Why does compressing geometric drawings result in artifacts? Geometric drawings are very different from natural images. They don't vary continuously. Spectral compression results in "smearing" effects, since we are only retaining the lower frequencies. The best illustration of this is the Gibbs phenomenon, which is the continuous analog of the same issue. When trying to represent a step function using Fourier series, we need to use all frequencies. If we suppress the high frequencies, we get something really different. Lines in a geometric drawing are the discrete analog of step functions.
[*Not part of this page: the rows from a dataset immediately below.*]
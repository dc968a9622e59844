/* export_mps.c - placeholder until the module lands.
 * SPDX-License-Identifier: MIT */
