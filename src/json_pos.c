/* json_pos.c - line and column of a field path in raw JSON text, for
 * error messages about values that a JSON parser accepted.
 * SPDX-License-Identifier: MIT */
#include <stddef.h>
#include <string.h>

#include "json_pos.h"

/* jansson keeps the line and column of syntax errors only; once a document
 * is parsed its values carry no position. To say where a semantically bad
 * value sits (a negative sd, an unknown resource), the readers remember the
 * path of member names and array indices that led to it, and this small
 * scanner follows that path through the raw text, which jansson has already
 * accepted as valid JSON with unique keys, to the value or key it names. */

static const char *skip_ws(const char *p)
{
    while (*p == ' ' || *p == '\t' || *p == '\n' || *p == '\r')
        p++;
    return p;
}

/* p at the opening quote; returns the byte after the closing quote. */
static const char *skip_string(const char *p)
{
    p++;
    while (*p && *p != '"') {
        if (*p == '\\' && p[1])
            p++;
        p++;
    }
    return *p ? p + 1 : p;
}

static const char *skip_value(const char *p)
{
    if (*p == '"')
        return skip_string(p);
    if (*p == '{' || *p == '[') {
        int depth = 0;
        do {
            if (*p == '"') {
                p = skip_string(p);
                continue;
            }
            if (*p == '{' || *p == '[')
                depth++;
            else if (*p == '}' || *p == ']')
                depth--;
            p++;
        } while (*p && depth > 0);
        return p;
    }
    while (*p && !strchr(",]} \t\r\n", *p))
        p++;
    return p;
}

static unsigned hex4(const char *p)
{
    unsigned v = 0;
    for (int i = 0; i < 4; i++) {
        char c = p[i];
        v <<= 4;
        if (c >= '0' && c <= '9')
            v |= (unsigned)(c - '0');
        else if (c >= 'a' && c <= 'f')
            v |= (unsigned)(c - 'a' + 10);
        else if (c >= 'A' && c <= 'F')
            v |= (unsigned)(c - 'A' + 10);
    }
    return v;
}

/* Whether the JSON string at p (opening quote) decodes to `key`, the UTF-8
 * text jansson produced; *end receives the byte after the closing quote. */
static int key_equals(const char *p, const char *key, const char **end)
{
    const unsigned char *k = (const unsigned char *)key;
    int same = 1;
    p++;
    while (*p && *p != '"') {
        unsigned char buf[4];
        size_t len = 1;
        if (*p != '\\') {
            buf[0] = (unsigned char)*p++;
        } else {
            char e = p[1];
            p += 2;
            switch (e) {
            case 'b': buf[0] = '\b'; break;
            case 'f': buf[0] = '\f'; break;
            case 'n': buf[0] = '\n'; break;
            case 'r': buf[0] = '\r'; break;
            case 't': buf[0] = '\t'; break;
            case 'u': {
                unsigned cp = hex4(p);
                p += 4;
                if (cp >= 0xD800 && cp < 0xDC00 && p[0] == '\\' && p[1] == 'u') {
                    unsigned lo = hex4(p + 2);
                    p += 6;
                    cp = 0x10000 + ((cp - 0xD800) << 10) + (lo - 0xDC00);
                }
                if (cp < 0x80) {
                    buf[0] = (unsigned char)cp;
                } else if (cp < 0x800) {
                    buf[0] = (unsigned char)(0xC0 | (cp >> 6));
                    buf[1] = (unsigned char)(0x80 | (cp & 0x3F));
                    len = 2;
                } else if (cp < 0x10000) {
                    buf[0] = (unsigned char)(0xE0 | (cp >> 12));
                    buf[1] = (unsigned char)(0x80 | ((cp >> 6) & 0x3F));
                    buf[2] = (unsigned char)(0x80 | (cp & 0x3F));
                    len = 3;
                } else {
                    buf[0] = (unsigned char)(0xF0 | (cp >> 18));
                    buf[1] = (unsigned char)(0x80 | ((cp >> 12) & 0x3F));
                    buf[2] = (unsigned char)(0x80 | ((cp >> 6) & 0x3F));
                    buf[3] = (unsigned char)(0x80 | (cp & 0x3F));
                    len = 4;
                }
                break;
            }
            default: buf[0] = (unsigned char)e; break; /* " \ / */
            }
        }
        for (size_t i = 0; i < len && same; i++) {
            if (*k != buf[i])
                same = 0;
            else
                k++;
        }
    }
    *end = *p ? p + 1 : p;
    return same && *k == '\0';
}

/* Follows `depth` steps of `path` from the document root. Returns the
 * start of the value reached (or of its key when want_key and the last
 * step is a member), or NULL when the path is not in the text. */
const char *surety_jsonpos_locate(const char *text,
                                  const surety_jsonpos_step *path, int depth,
                                  int want_key)
{
    const char *p = skip_ws(text);
    const char *key_at = NULL;
    for (int d = 0; d < depth; d++) {
        key_at = NULL;
        if (path[d].key) {
            if (*p != '{')
                return NULL;
            p = skip_ws(p + 1);
            while (*p == '"') {
                const char *k = p;
                int eq = key_equals(p, path[d].key, &p);
                p = skip_ws(p);
                if (*p != ':')
                    return NULL;
                p = skip_ws(p + 1);
                if (eq) {
                    key_at = k;
                    break;
                }
                p = skip_ws(skip_value(p));
                if (*p == ',')
                    p = skip_ws(p + 1);
            }
            if (!key_at)
                return NULL;
        } else {
            if (*p != '[')
                return NULL;
            p = skip_ws(p + 1);
            for (size_t i = 0; i < path[d].index; i++) {
                if (*p == ']' || *p == '\0')
                    return NULL;
                p = skip_ws(skip_value(p));
                if (*p == ',')
                    p = skip_ws(p + 1);
            }
            if (*p == ']' || *p == '\0')
                return NULL;
        }
    }
    return want_key && key_at ? key_at : p;
}

/* 1-based line and column of p; columns count characters (UTF-8 lead
 * bytes), as jansson's own error positions do. */
void surety_jsonpos_position(const char *text, const char *p, int *line,
                             int *col)
{
    int l = 1, c = 1;
    for (const char *q = text; q < p; q++) {
        if (*q == '\n') {
            l++;
            c = 1;
        } else if (((unsigned char)*q & 0xC0) != 0x80) {
            c++;
        }
    }
    *line = l;
    *col = c;
}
Another problem is the blocking effects. Imagine a diagonal line. JPEG partitions the space around these lines into 8×8 blocks, which are compressed individually. No attempt is made for the resulting lines to match exactly, and indeed they probably don't. This is very apparent because lines are very clean and exact, something that cannot be said about real-life images.
Using software like Matlab, you can show the effect of quantization on a real-world image, and then compare it to the effect of quantization on clip art. You can vary the quantization steps to show the effect of downplaying the higher frequencies (and also what happens when trying to suppress the lower frequencies).
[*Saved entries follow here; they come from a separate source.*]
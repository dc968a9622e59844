/* sizes.c - sample sizes and bounds built on the binomial tail: Luedtke &
 * Ahmed, the convex scenario bounds, sampling and discarding, certificates.
 * SPDX-License-Identifier: MIT */
#include <math.h>
#include <stddef.h>

#include "sizes.h"
#include "stats.h"
#include "surety.h"

/* ------------------------------------------------------------------ */
/* Sample sizes                                                        */
/* ------------------------------------------------------------------ */

/* Largest N any search or closed form returns; beyond it the answer is
 * reported as 0 (no useful sample size). */
#define N_MAX 1e15

/* Smallest integer N >= v, with a relative guard of 1e-12 so that a value
 * that is an integer in exact arithmetic (d/(eps beta) - 1) is not pushed
 * one up by rounding. At least 1. */
static size_t ceil_count(double v)
{
    if (isnan(v) || v > N_MAX)
        return 0;
    double c = ceil(v - 1e-12 * fabs(v));
    return c < 1.0 ? 1 : (size_t)c;
}

static int prob_ok(double p)
{
    return p > 0.0 && p < 1.0;
}

/* Smallest N > k with ln B(k; N, eps) <= lt (lt = ln of the target). The
 * left side decreases strictly in N for fixed k, so an exponential search
 * followed by bisection finds it. lt >= 0 is met by every N; 1 then. */
static size_t min_n_fixed_k(double eps, size_t k, double lt)
{
    if (lt >= 0.0)
        return 1;
    size_t lo = k, hi = k + 1; /* B(k; k, eps) = 1 fails */
    while (surety_stats_binom_logcdf((long)k, (long)hi, eps) > lt) {
        lo = hi;
        hi = 2 * hi;
        if ((double)hi > N_MAX)
            return 0;
    }
    while (hi - lo > 1) {
        size_t mid = lo + (hi - lo) / 2;
        if (surety_stats_binom_logcdf((long)k, (long)mid, eps) <= lt)
            hi = mid;
        else
            lo = mid;
    }
    return hi;
}

size_t surety_stats_la_fixed_k(double eps, size_t k, double delta,
                               double lnX)
{
    if (!prob_ok(eps) || !prob_ok(delta) || !(lnX >= 0.0))
        return 0;
    return min_n_fixed_k(eps, k, log(delta) - lnX);
}

/* The condition of Luedtke & Ahmed (2008) with k = floor(alpha N)
 * (METHODS.md s.3.1).
 * For fixed k it is monotone in N, so the N axis splits into plateaus of
 * constant k on each of which the passing N form a suffix. */
typedef struct la_ctx {
    double eps, alpha, lt; /* lt = ln delta - ln|X| */
} la_ctx;

static int la_pass(const la_ctx *c, size_t N)
{
    size_t k = surety_allowance(c->alpha, N);
    return surety_stats_binom_logcdf((long)k, (long)N, c->eps) <= c->lt;
}

/* Smallest N >= 1 whose allowance is at least k (alpha > 0). */
static size_t plateau_start(double alpha, size_t k)
{
    if (k == 0)
        return 1;
    double g = ceil(((double)k - 1e-9) / alpha);
    size_t N = g < 1.0 ? 1 : (size_t)g;
    while (N > 1 && surety_allowance(alpha, N - 1) >= k)
        N--;
    while (surety_allowance(alpha, N) < k)
        N++;
    return N;
}

/* Smallest passing N in [lo, hi] of one plateau, given that hi passes. */
static size_t plateau_first_pass(const la_ctx *c, size_t lo, size_t hi)
{
    if (la_pass(c, lo))
        return lo;
    while (hi - lo > 1) {
        size_t mid = lo + (hi - lo) / 2;
        if (la_pass(c, mid))
            hi = mid;
        else
            lo = mid;
    }
    return hi;
}

/* Beyond this N every N passes: B(k; N, eps) <= exp(-N D(k/N || eps)) for
 * k/N <= eps (the Chernoff bound in Kullback-Leibler form), and
 * D(k/N || eps) >= D(alpha || eps) because k/N <= alpha < eps. One extra
 * unit covers the 1e-9 guard in the allowance. */
static size_t la_cap(const la_ctx *c)
{
    double a = c->alpha, e = c->eps;
    double D = -log1p(-e);
    if (a > 0.0)
        D = a * log(a / e) + (1.0 - a) * (log1p(-a) - log1p(-e));
    double v = -c->lt / D;
    if (!(v <= N_MAX))
        return 0;
    return (size_t)ceil(v * (1.0 + 1e-12)) + 1;
}

static int la_setup(la_ctx *c, double eps, double alpha, double delta,
                    double lnX)
{
    if (!prob_ok(eps) || !prob_ok(delta) || !(lnX >= 0.0) || !(alpha >= 0.0)
        || !(alpha < eps))
        return 0;
    c->eps = eps;
    c->alpha = alpha;
    c->lt = log(delta) - lnX;
    return 1;
}

/* Plateaus visited before giving up (each costs one binomial tail). */
#define PLATEAU_MAX 2000000

size_t surety_stats_la_first(double eps, double alpha, double delta,
                             double lnX)
{
    la_ctx c;
    if (!la_setup(&c, eps, alpha, delta, lnX))
        return 0;
    size_t cap = la_cap(&c);
    if (cap == 0)
        return 0;
    size_t N = 1;
    for (long it = 0; N <= cap && it < PLATEAU_MAX; it++) {
        size_t end = cap;
        if (alpha > 0.0) {
            size_t k = surety_allowance(alpha, N);
            end = plateau_start(alpha, k + 1) - 1;
            if (end > cap)
                end = cap;
        }
        if (la_pass(&c, end))
            return plateau_first_pass(&c, N, end);
        N = end + 1;
    }
    return 0;
}

size_t surety_stats_la_stable(double eps, double alpha, double delta,
                              double lnX)
{
    la_ctx c;
    if (!la_setup(&c, eps, alpha, delta, lnX))
        return 0;
    size_t cap = la_cap(&c);
    if (cap == 0)
        return 0;
    /* Invariant: every N' > N passes. Walk the plateaus downward; within
     * one the first N is the hardest to pass. */
    size_t N = cap;
    for (long it = 0; N >= 1 && it < PLATEAU_MAX; it++) {
        size_t s = alpha > 0.0
                       ? plateau_start(alpha, surety_allowance(alpha, N))
                       : 1;
        if (la_pass(&c, s)) {
            if (s == 1)
                return 1;
            N = s - 1;
            continue;
        }
        if (!la_pass(&c, N))
            return N + 1;
        return plateau_first_pass(&c, s, N);
    }
    return 0;
}

/* Display forms of Luedtke & Ahmed (2008), METHODS.md s.3.1-s.3.2. */
size_t surety_stats_la_chernoff(double eps, double alpha, double delta,
                                double lnX)
{
    if (!prob_ok(eps) || !prob_ok(delta) || !(lnX >= 0.0) || !(alpha >= 0.0)
        || !(alpha < eps))
        return 0;
    double g = eps - alpha;
    return ceil_count(2.0 * eps * (lnX - log(delta)) / (g * g));
}

size_t surety_stats_la_hoeffding(double eps, double alpha, double delta,
                                 double lnX)
{
    if (!prob_ok(eps) || !prob_ok(delta) || !(lnX >= 0.0) || !(alpha >= 0.0)
        || !(alpha < eps))
        return 0;
    double g = eps - alpha;
    return ceil_count((lnX - log(delta)) / (2.0 * g * g));
}

size_t surety_stats_la_zero(double eps, double delta, double lnX)
{
    if (!prob_ok(eps) || !prob_ok(delta) || !(lnX >= 0.0))
        return 0;
    return ceil_count((lnX - log(delta)) / eps);
}

size_t surety_stats_la_lower(double eps, double alpha, double delta)
{
    if (!prob_ok(eps) || !prob_ok(delta) || !(alpha > eps) || !(alpha < 1.0))
        return 0;
    double g = alpha - eps;
    return ceil_count(-log(delta) / (2.0 * g * g));
}

/* Campi & Garatti (2008): the exact binomial condition, monotone in N. */
size_t surety_stats_cg2008(double eps, double beta, size_t d)
{
    if (!prob_ok(eps) || !prob_ok(beta) || d == 0)
        return 0;
    return min_n_fixed_k(eps, d - 1, log(beta));
}

/* Campi, Garatti & Prandini (2009). */
size_t surety_stats_cgp2009(double eps, double beta, size_t d)
{
    if (!prob_ok(eps) || !prob_ok(beta) || d == 0)
        return 0;
    return ceil_count(2.0 / eps * (-log(beta) + (double)d));
}

/* Calafiore & Campi (2006). */
size_t surety_stats_cc2006(double eps, double beta, size_t d)
{
    if (!prob_ok(eps) || !prob_ok(beta) || d == 0)
        return 0;
    double dd = (double)d;
    return ceil_count(2.0 / eps * -log(beta) + 2.0 * dd
                      + 2.0 * dd / eps * log(2.0 / eps));
}

/* Calafiore & Campi (2005). */
size_t surety_stats_cc2005(double eps, double beta, size_t d)
{
    if (!prob_ok(eps) || !prob_ok(beta) || d == 0)
        return 0;
    return ceil_count((double)d / (eps * beta) - 1.0);
}

/* Sampling and discarding, Campi & Garatti (2011):
 * ln[C(k+d-1, k) B(k+d-1; N, eps)]. */
double surety_stats_discard_logprob(size_t N, size_t k, size_t d,
                                    double eps)
{
    if (!prob_ok(eps) || d == 0)
        return NAN;
    double r = (double)k + (double)d - 1.0;
    return surety_stats_log_choose(r, (double)k)
           + surety_stats_binom_logcdf((long)(k + d - 1), (long)N, eps);
}

double surety_stats_discard_prob(size_t N, size_t k, size_t d, double eps)
{
    return exp(surety_stats_discard_logprob(N, k, d, eps));
}

size_t surety_stats_discard_min_n(size_t k, size_t d, double eps,
                                  double beta)
{
    if (!prob_ok(eps) || !prob_ok(beta) || d == 0)
        return 0;
    double lc = surety_stats_log_choose((double)k + (double)d - 1.0,
                                        (double)k);
    return min_n_fixed_k(eps, k + d - 1, log(beta) - lc);
}

/* The right side grows with k (both factors do), so the passing k form a
 * prefix of 0..N-d; beyond N-d the binomial factor is 1 and it fails. */
long surety_stats_discard_max_k(size_t N, size_t d, double eps, double beta)
{
    if (!prob_ok(eps) || !prob_ok(beta) || d == 0 || N < d)
        return -1;
    double lb = log(beta);
    if (surety_stats_discard_logprob(N, 0, d, eps) > lb)
        return -1;
    size_t lo = 0, hi = N - d + 1; /* lo passes, hi fails */
    while (hi - lo > 1) {
        size_t mid = lo + (hi - lo) / 2;
        if (surety_stats_discard_logprob(N, mid, d, eps) <= lb)
            lo = mid;
        else
            hi = mid;
    }
    return (long)lo;
}

/* One-sided Clopper-Pearson certificate (METHODS.md s.4): the discarding
 * bound with d = 1. */
size_t surety_stats_certify_min_samples(double eps, double beta, size_t v)
{
    if (!prob_ok(eps) || !prob_ok(beta))
        return 0;
    return min_n_fixed_k(eps, v, log(beta));
}

long surety_stats_certify_max_violations(size_t N, double eps, double beta)
{
    return surety_stats_discard_max_k(N, 1, eps, beta);
}

/* Campi, Garatti & Ramponi (2018), in logs so that C(N, sigma) cannot
 * overflow: eps = 1 - exp((ln beta - ln N - ln C(N,sigma)) / (N-sigma)). */
double surety_stats_cgr2018_eps(size_t N, size_t sigma, double beta)
{
    if (!prob_ok(beta) || N == 0)
        return NAN;
    if (sigma >= N)
        return 1.0;
    double dN = (double)N;
    double l = (log(beta) - log(dN) - surety_stats_log_choose(dN, (double)sigma))
               / (dN - (double)sigma);
    return -expm1(l);
}

/* Pagnoncelli, Ahmed & Shapiro (2009), METHODS.md s.5. */
double surety_stats_pas_theta(size_t N, double gamma, double eps)
{
    if (!prob_ok(eps) || !(gamma >= 0.0) || !(gamma <= 1.0) || N == 0)
        return NAN;
    return surety_stats_binom_cdf((long)surety_allowance(gamma, N), (long)N,
                                  eps);
}

/* B(L-1; M, theta) grows with L, so the admissible L form a prefix. */
size_t surety_stats_pas_rank(size_t M, double theta, double beta)
{
    if (!prob_ok(beta) || !(theta >= 0.0) || !(theta <= 1.0) || M == 0)
        return 0;
    if (surety_stats_binom_cdf(0, (long)M, theta) > beta)
        return 0;
    size_t lo = 1, hi = M + 1; /* L = lo passes, hi is out of range */
    while (hi - lo > 1) {
        size_t mid = lo + (hi - lo) / 2;
        if (surety_stats_binom_cdf((long)mid - 1, (long)M, theta) <= beta)
            lo = mid;
        else
            hi = mid;
    }
    return lo;
}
You can demonstrate the effect of blocking by varying the angle of a line which is compressed block-by-block, or fixing a line and varying the block size. You can use a low quality setting to emphasize the effect, and include the block boundaries to highlight its origins.
However, is it possible to explain why JPEG works this way, without venturing into domain change, DCT and so on?
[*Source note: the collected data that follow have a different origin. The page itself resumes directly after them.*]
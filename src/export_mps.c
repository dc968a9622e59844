/* export_mps.c - the sample approximation as a mixed-integer program in
 * free MPS, with plain or order-statistic (quantile) big-M coefficients.
 * SPDX-License-Identifier: MIT */
#include <ctype.h>
#include <math.h>
#include <stdlib.h>
#include <string.h>

#include "alloc.h"
#include "bigm.h"
#include "fileio.h"
#include "model.h"
#include "sample.h"

/* What becomes of capacity row (l, i). */
enum {
    ROW_DROP = 0, /* can never bind: not written */
    ROW_HARD = 1, /* written without indicator: load <= capacity */
    ROW_BIGM = 2, /* load - M z <= capacity */
};

typedef struct export_ctx {
    const surety_model *model;
    const surety_scenarios *sc;
    size_t n, m, N, k;
    double *bigm;        /* N*m, M_li at [l*m + i] */
    unsigned char *row;  /* N*m, ROW_* at [l*m + i] */
    size_t *jobs;        /* scratch: jobs allowed in a resource, <= n */
} export_ctx;

/* Plain big-M: the load with every allowed job in the resource, minus the
 * capacity. Computed with the same product form as surety_plan_holds. */
static void plain_bigm(export_ctx *c)
{
    const surety_model *model = c->model;
    for (size_t l = 0; l < c->N; l++) {
        const double *w = c->sc->hours + l * c->n;
        for (size_t i = 0; i < c->m; i++) {
            double sum = 0;
            for (size_t j = 0; j < c->n; j++)
                if (model->jobs[j].allowed[i])
                    sum += w[j];
            double M = model->resources[i].hours_factor * sum -
                       model->resources[i].capacity;
            c->bigm[l * c->m + i] = M;
            c->row[l * c->m + i] = M > 0 ? ROW_BIGM : ROW_DROP;
        }
    }
}

/* Quantile big-M of every row of resource i (bigm.c). */
static int quantile_bigm(export_ctx *c, size_t i)
{
    const surety_model *model = c->model;
    size_t nj = 0;
    for (size_t j = 0; j < c->n; j++)
        if (model->jobs[j].allowed[i])
            c->jobs[nj++] = j;
    surety_bigm_res r;
    if (surety_bigm_init(&r, c->sc->hours, c->n, c->jobs, nj, c->N, NULL,
                         model->resources[i].hours_factor,
                         model->resources[i].capacity, c->k) != 0)
        return -1;
    for (size_t l = 0; l < c->N; l++) {
        double plain = surety_bigm_plain(&r, l);
        double M = surety_bigm_row(&r, l);
        c->bigm[l * c->m + i] = M;
        if (plain <= 0)
            c->row[l * c->m + i] = ROW_DROP;
        else
            c->row[l * c->m + i] = M > 0 ? ROW_BIGM : ROW_HARD;
    }
    surety_bigm_free(&r);
    return 0;
}

static void free_ctx(export_ctx *c)
{
    surety_xfree(c->bigm);
    surety_xfree(c->row);
    surety_xfree(c->jobs);
}

/* The model name with anything but letters, digits, '_', '-', '.' replaced,
 * so the NAME line is a single free-MPS token. */
static void write_name(FILE *fp, const char *name)
{
    if (!name || !*name)
        name = "surety";
    for (const char *p = name; *p; p++) {
        unsigned char ch = (unsigned char)*p;
        fputc(isalnum(ch) || ch == '_' || ch == '-' || ch == '.' ? ch : '_',
              fp);
    }
}

static void write_mps(const export_ctx *c, surety_bigm bigm, FILE *fp)
{
    const surety_model *model = c->model;
    const surety_scenarios *sc = c->sc;
    size_t n = c->n, m = c->m, N = c->N;
    int separate = model->constraint == SURETY_SEPARATE;

    /* per-job mean profit over the N scenarios, summed in scenario order
     * and divided by N exactly as surety_plan_profit does */
    fprintf(fp, "* sample approximation of a %s chance constraint\n",
            separate ? "separate" : "joint");
    fprintf(fp, "* N = %zu scenarios, allowance k = %zu, %s big-M\n", N,
            c->k, bigm == SURETY_BIGM_PLAIN ? "plain" : "strengthened");
    fprintf(fp, "* objective: minimise minus the mean profit\n");
    for (size_t j = 0; j < n; j++)
        for (size_t i = 0; i < m; i++)
            if (model->jobs[j].allowed[i])
                fprintf(fp, "* x_%zu_%zu = job %s in resource %s\n", j, i,
                        model->jobs[j].id, model->resources[i].id);
    fprintf(fp, "NAME ");
    write_name(fp, model->name);
    fprintf(fp, "\nROWS\n N obj\n");
    for (size_t l = 0; l < N; l++)
        for (size_t i = 0; i < m; i++)
            if (c->row[l * m + i] != ROW_DROP)
                fprintf(fp, " L cap_%zu_%zu\n", l, i);
    /* allowance rows, only when some indicator exists */
    size_t *zcount = surety_xcalloc(m + 1, sizeof *zcount);
    for (size_t l = 0; l < N; l++)
        for (size_t i = 0; i < m; i++)
            if (c->row[l * m + i] == ROW_BIGM && zcount)
                zcount[separate ? i : 0]++;
    for (size_t i = 0; i < (separate ? m : 1); i++)
        if (!zcount || zcount[i]) {
            if (separate)
                fprintf(fp, " L allow_%zu\n", i);
            else
                fprintf(fp, " L allow\n");
        }
    for (size_t j = 0; j < n; j++) {
        int any = 0;
        for (size_t i = 0; i < m; i++)
            any |= model->jobs[j].allowed[i] != 0;
        if (any || model->jobs[j].required)
            fprintf(fp, " %c assign_%zu\n", model->jobs[j].required ? 'E' : 'L',
                    j);
    }

    fprintf(fp, "COLUMNS\n");
    fprintf(fp, "    MARKER 'MARKER' 'INTORG'\n");
    for (size_t j = 0; j < n; j++) {
        double p = 0;
        for (size_t l = 0; l < N; l++)
            p += sc->profit[l * n + j];
        p /= (double)N;
        for (size_t i = 0; i < m; i++) {
            if (!model->jobs[j].allowed[i])
                continue;
            double f = model->resources[i].hours_factor;
            if (p != 0)
                fprintf(fp, "    x_%zu_%zu obj %.17g\n", j, i, -p);
            for (size_t l = 0; l < N; l++) {
                double w = f * sc->hours[l * n + j];
                if (c->row[l * m + i] != ROW_DROP && w != 0)
                    fprintf(fp, "    x_%zu_%zu cap_%zu_%zu %.17g\n", j, i, l,
                            i, w);
            }
            fprintf(fp, "    x_%zu_%zu assign_%zu 1\n", j, i, j);
        }
    }
    for (size_t l = 0; l < N; l++) {
        if (separate) {
            for (size_t i = 0; i < m; i++)
                if (c->row[l * m + i] == ROW_BIGM) {
                    fprintf(fp, "    z_%zu_%zu cap_%zu_%zu %.17g\n", l, i, l, i,
                            -c->bigm[l * m + i]);
                    fprintf(fp, "    z_%zu_%zu allow_%zu 1\n", l, i, i);
                }
            continue;
        }
        int any = 0;
        for (size_t i = 0; i < m; i++)
            if (c->row[l * m + i] == ROW_BIGM) {
                fprintf(fp, "    z_%zu cap_%zu_%zu %.17g\n", l, l, i,
                        -c->bigm[l * m + i]);
                any = 1;
            }
        if (any)
            fprintf(fp, "    z_%zu allow 1\n", l);
    }
    fprintf(fp, "    MARKER 'MARKER' 'INTEND'\n");

    fprintf(fp, "RHS\n");
    for (size_t l = 0; l < N; l++)
        for (size_t i = 0; i < m; i++)
            if (c->row[l * m + i] != ROW_DROP)
                fprintf(fp, "    rhs cap_%zu_%zu %.17g\n", l, i,
                        model->resources[i].capacity);
    for (size_t i = 0; i < (separate ? m : 1); i++)
        if ((!zcount || zcount[i]) && c->k > 0) {
            if (separate)
                fprintf(fp, "    rhs allow_%zu %zu\n", i, c->k);
            else
                fprintf(fp, "    rhs allow %zu\n", c->k);
        }
    for (size_t j = 0; j < n; j++)
        fprintf(fp, "    rhs assign_%zu 1\n", j);

    fprintf(fp, "BOUNDS\n");
    for (size_t j = 0; j < n; j++)
        for (size_t i = 0; i < m; i++)
            if (model->jobs[j].allowed[i])
                fprintf(fp, " UP bnd x_%zu_%zu 1\n", j, i);
    for (size_t l = 0; l < N; l++) {
        if (separate) {
            for (size_t i = 0; i < m; i++)
                if (c->row[l * m + i] == ROW_BIGM)
                    fprintf(fp, " UP bnd z_%zu_%zu 1\n", l, i);
            continue;
        }
        for (size_t i = 0; i < m; i++)
            if (c->row[l * m + i] == ROW_BIGM) {
                fprintf(fp, " UP bnd z_%zu 1\n", l);
                break;
            }
    }
    fprintf(fp, "ENDATA\n");
    surety_xfree(zcount);
}

surety_code surety_export_mps(const surety_model *model,
                              const surety_scenarios *sc, surety_bigm bigm,
                              const char *path, surety_error *err)
{
    if (!model || !sc || !path) {
        surety_error_set(err, NULL, 0, 0, NULL,
                         "export: model, scenarios and path are required");
        return SURETY_EUSAGE;
    }
    if (sc->n != model->n) {
        surety_error_set(err, NULL, 0, 0, NULL,
                         "export: the scenarios have %zu jobs, the model %zu",
                         sc->n, model->n);
        return SURETY_EUSAGE;
    }
    if (sc->N == 0) {
        surety_error_set(err, NULL, 0, 0, NULL, "export: no scenarios");
        return SURETY_EUSAGE;
    }
    if (bigm != SURETY_BIGM_PLAIN && bigm != SURETY_BIGM_STRENGTHENED) {
        surety_error_set(err, NULL, 0, 0, NULL, "export: unknown big-M kind");
        return SURETY_EUSAGE;
    }

    export_ctx c;
    memset(&c, 0, sizeof c);
    c.model = model;
    c.sc = sc;
    c.n = model->n;
    c.m = model->m;
    c.N = sc->N;
    c.k = surety_allowance(model->risk, sc->N);
    c.bigm = surety_xmalloc(c.N, (c.m ? c.m : 1) * sizeof *c.bigm);
    c.row = surety_xmalloc(c.N, c.m ? c.m : 1);
    int bad = !c.bigm || !c.row;
    if (!bad && bigm == SURETY_BIGM_STRENGTHENED) {
        c.jobs = surety_xmalloc(c.n ? c.n : 1, sizeof *c.jobs);
        bad = !c.jobs;
        for (size_t i = 0; i < c.m && !bad; i++)
            bad = quantile_bigm(&c, i) != 0;
    } else if (!bad) {
        plain_bigm(&c);
    }
    if (bad) {
        free_ctx(&c);
        surety_error_set(err, path, 0, 0, NULL,
                         "export: out of memory for %zu scenarios", sc->N);
        return SURETY_EINTERNAL;
    }

    surety_outfile out;
    surety_code rc = surety_outfile_open(&out, path, err);
    if (rc != SURETY_OK) {
        free_ctx(&c);
        return rc;
    }
    write_mps(&c, bigm, out.fp);
    free_ctx(&c);
    return surety_outfile_commit(&out, err);
}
Disclaimer 1: I'm not sure if this is more of a comment or an answer and
Disclaimer 2: this is not really my field, but
I'd be inclined to answer: no.
Firstly, I don't think it's necessary. I think the intuition behind the concept of transform (at least as in Fourier or DCT) is within the grasp of most high school kids that know some trigonometry: you can probably get away with drawing a simple function, decomposing it into sine waves and writing down their phase and amplitude while waving your hands a lot.
You'd then proceed to reconstruct the original function by means of summation and persuade the students that the representation in terms of 4/5 phase/amplitude coefficients is "more compact" (finite, even) than its representation in terms of infinite pairs in $R \times R$.
I'd argue it's also not possible because the DCT is also very much one of - if not the - working principles behind JPEG, differentiating it from classical lossy compression techniques.
Operation in the frequency domain is ultimately the reason why *PEG performs subjectively better than, say, resampling and requantizing at 240x180@16 colors, which is essentially a much naiver lossy compression method that operates purely in the space/time domain.
Note, finally, how the excellent Smith handbook - along with probably several other resources - explicitly calls JPEG “transform compression”.